Part a: Assuming there were no other problems with this proposal, it would work for some arithmetic operations and not for others. Which common arithmetic operations cannot be made into extended precision arithmetic operations by this scheme.
Part b: What features of modern pipelined architectures in the context of a shared-memory multiprocessor make it unlikely that the processors will stay in lock-step.
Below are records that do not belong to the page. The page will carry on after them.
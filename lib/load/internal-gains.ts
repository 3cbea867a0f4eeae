/**
 * Internal gains.
 *
 * Default: HoF 2021 ch. 17 eq. 30–31 (residential internal gains, occupants included), read in
 * a stored Markdown copy of the SI chapter (p. 17.10): 136 + 2.2·A_cf + 22·N_oc W sensible and
 * 20 + 0.22·A_cf + 12·N_oc W latent, A_cf in m². In IP, rounded: sensible
 * q = 464 + 0.70·A_cf + 75·N_oc Btu/h, latent q = 68 + 0.07·A_cf + 41·N_oc Btu/h (A_cf in ft²).
 * The chapter derives them from load profiles at 4:00 pm and calls them typical of U.S. homes.
 */
import type { InternalGainsInput } from "./input";

export interface InternalGains {
  sensibleBtuh: number;
  latentBtuh: number;
  method: "handbook-default" | "explicit-rows";
}

export function defaultInternalGains(conditionedFloorAreaFt2: number, occupants: number): InternalGains {
  return {
    sensibleBtuh: 464 + 0.7 * conditionedFloorAreaFt2 + 75 * occupants,
    latentBtuh: 68 + 0.07 * conditionedFloorAreaFt2 + 41 * occupants,
    method: "handbook-default",
  };
}

/** HoF 2021 ch. 17 eq. 30 in SI, W (used by the check against the handbook's example). */
export function defaultInternalSensibleW(conditionedFloorAreaM2: number, occupants: number): number {
  return 136 + 2.2 * conditionedFloorAreaM2 + 22 * occupants;
}

export function internalGains(
  input: InternalGainsInput,
  conditionedFloorAreaFt2: number,
  occupants: number,
): InternalGains {
  if (!input.rows) return defaultInternalGains(conditionedFloorAreaFt2, occupants);
  let sensibleBtuh = occupants * input.occupantSensibleBtuh;
  let latentBtuh = occupants * input.occupantLatentBtuh;
  for (const row of input.rows) {
    sensibleBtuh += row.sensibleBtuh;
    latentBtuh += row.latentBtuh;
  }
  return { sensibleBtuh, latentBtuh, method: "explicit-rows" };
}

/** Occupants: the plan's figure, else bedrooms + 1 (HoF 2021 ch. 17 eq. 30–31: "if unknown, estimate as N_br + 1"; also common practice). */
export function occupantsOf(plan: { occupants?: number; bedrooms: number }): number {
  return plan.occupants ?? plan.bedrooms + 1;
}
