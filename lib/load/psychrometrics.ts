/**
 * Psychrometrics through psychrolib, always in IP units.
 *
 * psychrolib keeps its unit system in library-wide mutable state (SetUnitSystem). To keep that
 * from changing results anywhere, this module is the ONLY place in Platload that imports
 * psychrolib: it sets IP once, here at load time, and never switches. Every other module calls
 * the functions below. Do not import psychrolib elsewhere (and never call SetUnitSystem(SI)).
 */
import psychrolib from "psychrolib";
import { GRAINS_PER_LB } from "./units";

psychrolib.SetUnitSystem(psychrolib.IP);

/** Standard sea-level pressure, psia (ASHRAE HoF ch. 1, 14.696 psia). */
export const SEA_LEVEL_PRESSURE_PSIA = 14.696;

function assertIp(): void {
  // Guard against a stray SetUnitSystem elsewhere in the process.
  if (psychrolib.GetUnitSystem() !== psychrolib.IP) {
    throw new Error("psychrolib unit system was changed away from IP outside lib/load/psychrometrics.ts");
  }
}

/** Standard-atmosphere pressure at an elevation, psia (HoF ch. 1 eq. 3, via psychrolib). */
export function standardPressurePsia(elevationFt: number): number {
  assertIp();
  return psychrolib.GetStandardAtmPressure(elevationFt);
}

/** Humidity ratio from dry bulb and wet bulb, grains of water per lb of dry air (HoF ch. 1 eq. 33/35). */
export function humidityRatioGrFromWetBulb(dryBulbF: number, wetBulbF: number, pressurePsia: number): number {
  assertIp();
  return psychrolib.GetHumRatioFromTWetBulb(dryBulbF, wetBulbF, pressurePsia) * GRAINS_PER_LB;
}

/** Humidity ratio from dry bulb and relative humidity (%), grains per lb dry air (HoF ch. 1 eq. 20/22). */
export function humidityRatioGrFromRelHum(dryBulbF: number, relHumPct: number, pressurePsia: number): number {
  assertIp();
  return psychrolib.GetHumRatioFromRelHum(dryBulbF, relHumPct / 100, pressurePsia) * GRAINS_PER_LB;
}
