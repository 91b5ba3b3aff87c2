/**
 * Co-registration of many partly labelled samples: generalised Procrustes
 * analysis with missing labels and a robust consensus.
 *
 * Model. Sample i has labelled points x_ij (its own um) for a subset K_i of the
 * cells. Find maps T_i (similarity by default; rigid or affine as options) and a
 * consensus m_k per cell minimising
 *
 *   sum_i sum_{j in K_i} w_ij | T_i(x_ij) - m_k(j) |^2
 *
 * over the observations each sample actually has (Gower 1975, Psychometrika
 * 40:33-51, the GPA loop; Ten Berge 1977, Psychometrika 42:267-276, its
 * convergence and scaling; Commandeur 1991, "Matching configurations", ch. 4,
 * the missing-data form where each consensus row averages only the samples that
 * saw that cell). The loop:
 *
 * 1. Start: the sample with most labels is the first consensus; the others join
 *    greedily, most shared cells first, each aligned on the cells it shares
 *    with the consensus so far (cells it adds start at its aligned positions).
 * 2. Align every sample to the consensus on its shared, currently kept cells
 *    (translation re-estimated with rotation and scale in each fit: Umeyama 1991).
 *    memberFit 'sample-to-template' regresses the sample onto the consensus
 *    (ordinary GPA); the default 'template-to-sample' fits the consensus onto the
 *    sample and inverts the map, so the member's jitter does not shrink its scale
 *    (regression attenuation: fitting noisy points onto clean ones scales them
 *    down by about |signal|^2 / (|signal|^2 + |jitter|^2), 0.7-0.9 on packed animals).
 * 3. Consensus m_k = mean of the kept aligned observations of cell k.
 * 4. Fix the frame (frame.ts): centroid at the origin, principal axes with the
 *    sign rule, and the size of an average animal:
 *    - similarity: s such that the least-squares similarity taking the
 *      consensus (on the cells kept for sample i) onto sample i has, averaged
 *      over samples, scale 1: mean_i c'_i = 1 (Umeyama 1991, eq. 42, template ->
 *      sample). This direction is used because the consensus is nearly free of
 *      jitter: c'_i = tr(D S) / sigma^2_m is unbiased for the size ratio, while
 *      centroid sizes and the sample -> template scale both carry the jitter
 *      (with cells 2 um apart and 1-3 um jitter, a centroid-size rule made the
 *      template about 13% larger than the animals it came from, and the
 *      regression of noisy points onto the template shrinks the scale).
 *    - rigid: no rescaling (rigid fits keep each animal's size).
 *    - affine: the gauge G = Pbar^-1, Pbar the mean over samples of the left
 *      polar stretch (A_i A_i^T)^(1/2) of the fitted linear parts, so that members'
 *      maps are, on average, free of stretch.
 * 5. Robust weights (robust = 'trimmed'): hard-rejection reweighting on
 *    leave-one-out Mahalanobis residuals, the reweighting step of Rousseeuw &
 *    Leroy (1987), Robust Regression and Outlier Detection, ch. 7, with a chi-square
 *    cut-off. For observation y of cell k, with the cell's kept statistics
 *    computed WITHOUT y (n', m', W', so a wrong label cannot mask itself):
 *      Sigma' = (nu_0 Sigma_pool + W') / (nu_0 + n' - 1),   (cell-statistics.ts)
 *      D^2 = (y - m')^T [(1 + 1/n') Sigma']^-1 (y - m'),
 *      w = 1 if D^2 <= r^2(n'), else 0,
 *    r^2(n') the radius beyond which the cell's predictive has tail probability
 *    flagProbability: the multivariate Student-t predictive of the conjugate model
 *    by default, the chi-square quantile chi2_d^-1(1 - flagProbability) with
 *    flagReference 'chi-square' (cell-statistics.ts, predictiveCutoff).
 *    Cells with n' < 2 are not checked (w = 1). Truncation at the 0.999 quantile
 *    leaves clean covariances about 1% small (consistency factor of Croux &
 *    Haesbroeck 1999, not applied: sufficient statistics stay exact sums).
 *    robust = 'none' keeps w = 1: ordinary GPA.
 * 6. Stop when the consensus moved less than `tolerance` (um RMS over cells)
 *    and the weights did not change, or after `maxIterations`.
 *
 * Entries are processed in content-hash order, so the result does not depend on
 * the order of the input: the same arithmetic runs in the same order.
 */
import { FitError, UsageError } from '../errors.js';
import {
  applyTransform,
  composeTransforms,
  fitTransform,
  identityTransform,
  invertTransform,
  transformScale,
  inverse,
  multiply,
  symmetricEigen,
  transpose,
  zeros,
} from '../geometry/index.js';
import type { Dim, Points, TemplateSettings, Transform } from '../types.js';
import { pooledCovariance, predictiveCutoff } from './cell-statistics.js';
import { canonicalFrame } from './frame.js';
What additional logic must be added to the interconnection between the processors to make this scheme work?
Background: Consider the following alternative to a 2x2 crossbar switching element for use in building scalable multiprocessors using a banyan interconnect topology
```
	                      |
	From client ----o-----x-
	              __|__   |
	             |cache|  |
	             |_____|  |
	                      |
	From client ----o-----x-  _________
	              __|__   |  |recognize|
	             |cache|  o--| Address |--- To server
	             |_____|  |  |__xx0xx__|
	                      |   _________
	                      |  |recognize|
	                      o--| Address |--- To server
	                      |  |__xx1xx__|
```
Assume that the recognize address logic can be set to test exactly one bit of the address in order to route a bus cycle to one or the other of the two server-side memory busses.
Part a: If we have 2ⁿ CPU's and 2ⁿ memory modules, how many caches does this imply, and how many different caches may be checked when a CPU references some specific memory location?
Part b: Assume simple write-through caches. What kinds of applications will work on this multiprocessor, what kinds will fail, and why?
Part c: A critic of this architecture says "When a CPU reads a word from some memory location, a copy of that word will be cached in every cache between that CPU and the memory. Therefore, if we describe the switching network in terms of n layers of caches, the aggregate contents of the cache in each layer will be the same, although the division of data between caches within each layer will differ from layer to layer." The critic is wrong. Explain.